Accelerator Backend

ACCelerator Interface

Backends

The accelerator interface (ACC) consists of ISO_C_BINDING based Fortran code of DBCSR's ACC-backend interface and LIBSMM/ACC-interface. The interface is implemented by CUDA (for Nvidia GPUs), the HIP (for AMD GPUs), and the OpenCL accelerator backends.

The code for both the CUDA and the HIP backend is unified, and can be found in the cuda directory. At compile-time either one or the other backend is chosen per macro (__CUDA or __HIP). Similarly, the code for the OpenCL backend is activated by a build-time macro (__OPENCL).

Drivers

There are two stand-alone sample codes or drivers exercising the ACC-interface. The driver code (only depending on above mentioned interfaces) can be built locally and in a rather self-contained fashion, i.e., no DBCSR library is needed (except runtime libraries such as CUDA, HIP, OpenCL). For OpenCL, the LIBXSMM library is mandatory and preferred as baseline and for validation in any case. To build LIBXSMM, a folder libxsmm in parallel to DBCSR's root directory (dbcsr) is expected to be present and prebuilt.

git clone -b main https://github.com/libxsmm/libxsmm.git
cd libxsmm
make GNU=1 -j

To build the driver code (opencl in below example), change into the respective backend folder (cuda or opencl), and invoke make (DBG=0|1|2 is supported among other optional key-value pairs).

git clone https://github.com/cp2k/dbcsr.git
cd dbcsr/src/acc/opencl
make

NOTE: To activate a certain device, the drivers consider an environment variable called DEVICE. For example, DEVICE=1 ./acc_bench_trans activates the second device (at least two devices must be discovered). This environment variable is implemented by the driver code and meant to work across backends, i.e., the OpenCL backend also supports ACC_OPENCL_DEVICE=1 (see Developer Guide for the OpenCL backend).

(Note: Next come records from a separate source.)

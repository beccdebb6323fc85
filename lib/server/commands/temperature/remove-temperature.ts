import 'server-only';
import type { TeamContext } from '@/lib/server/auth/team-context';
import { auditedWrite } from '@/lib/server/commands/audited-write';
import type { AuditEvent } from '@/lib/server/commands/push/write-audit';
import { fromBinary } from '@/lib/server/db/uuid-binary';
import { HttpProblem } from '@/lib/server/http/problem';
import { nestById } from '@/lib/server/queries/nest-rows';
import type { TeamScope } from '@/lib/server/queries/team-scope';
import { temperatureById } from '@/lib/server/queries/temperature/temperature-rows';

/** Which record, why, and when (epoch milliseconds). */
interface TakenOut {
  id: string;
  reason: string;
  nowMs: number;
}

/**
 * Takes a record out of force within a write; text and values stay.
 *
 * @returns what the audit chain says about it.
 * @throws HttpProblem `not-found`, or `temperature-removed` when it is out of force already.
 */
export async function takeOut(
  scope: TeamScope,
  nest: Buffer,
  { id, reason, nowMs }: TakenOut,
): Promise<Omit<AuditEvent, 'at'>> {
  const row = await temperatureById(scope, nest, id);
  if (row.removed_at) throw new HttpProblem('temperature-removed');
  await scope.db.models.Temperature.update(
    { removed_by: scope.user, removed_at: new Date(nowMs), removed_reason: reason },
    { where: { team_id: scope.team, id: row.id }, transaction: scope.transaction },
  );
  return { action: 'temperature.remove', subjectId: id, detail: { nest: fromBinary(nest), reason } };
}

/**
 * Takes a temperature record out of force, with the reason; it stays on file.
 *
 * @param path the ids of nest and record, as they stand in the address.
 * @throws HttpProblem `not-found`, or `temperature-removed`.
 */
export async function removeTemperature(
  ctx: TeamContext,
  { path, reason }: { path: { id: string; record: string }; reason: string },
  nowMs: number,
): Promise<{ id: string }> {
  return auditedWrite(ctx, nowMs, async (scope) => {
    const nest = await nestById(scope, path.id);
    const event = await takeOut(scope, nest.id, { id: path.record, reason, nowMs });
    return { result: { id: path.record }, events: [event] };
  });
}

The drivers support command line options (nrepeat, stack_size, m, n, ...). Command line arguments are positional but allow 0 as placeholder to refer to the default value (acc_bench_smm 0 0 5 13 5 performs the default number of repetitions with the default stacksize when running the 5x13x5-kernel). For example, running the tranpose benchmark may look like:

$ OMP_PROC_BIND=TRUE ./acc_bench_trans 5 30000 23 23
./acc_bench_trans 5 30000 23 23
typename (id=3): double
copy-in: 17.2 ms 7.2 GB/s
device: 8.7 ms 14.2 GB/s
host: 8.4 ms 14.6 GB/s
errors: 0

For timing, comparison (host code), and validation, LIBXSMM is required. The drivers exercise the respective backend. For example with the CUDA backend:

cd src/acc/cuda
make WITH_GPU=P100
../acc_bench_smm

For the OpenCL backend:

cd src/acc/opencl
make
../acc_bench_smm

In above cases, acc_bench_trans and acc_bench_smm are built using the respective backend. Both driver codes can be built for double-precision (default) or single-precision using a build-time macro (make ELEM_TYPE=float or -DELEM_TYPE=float in general).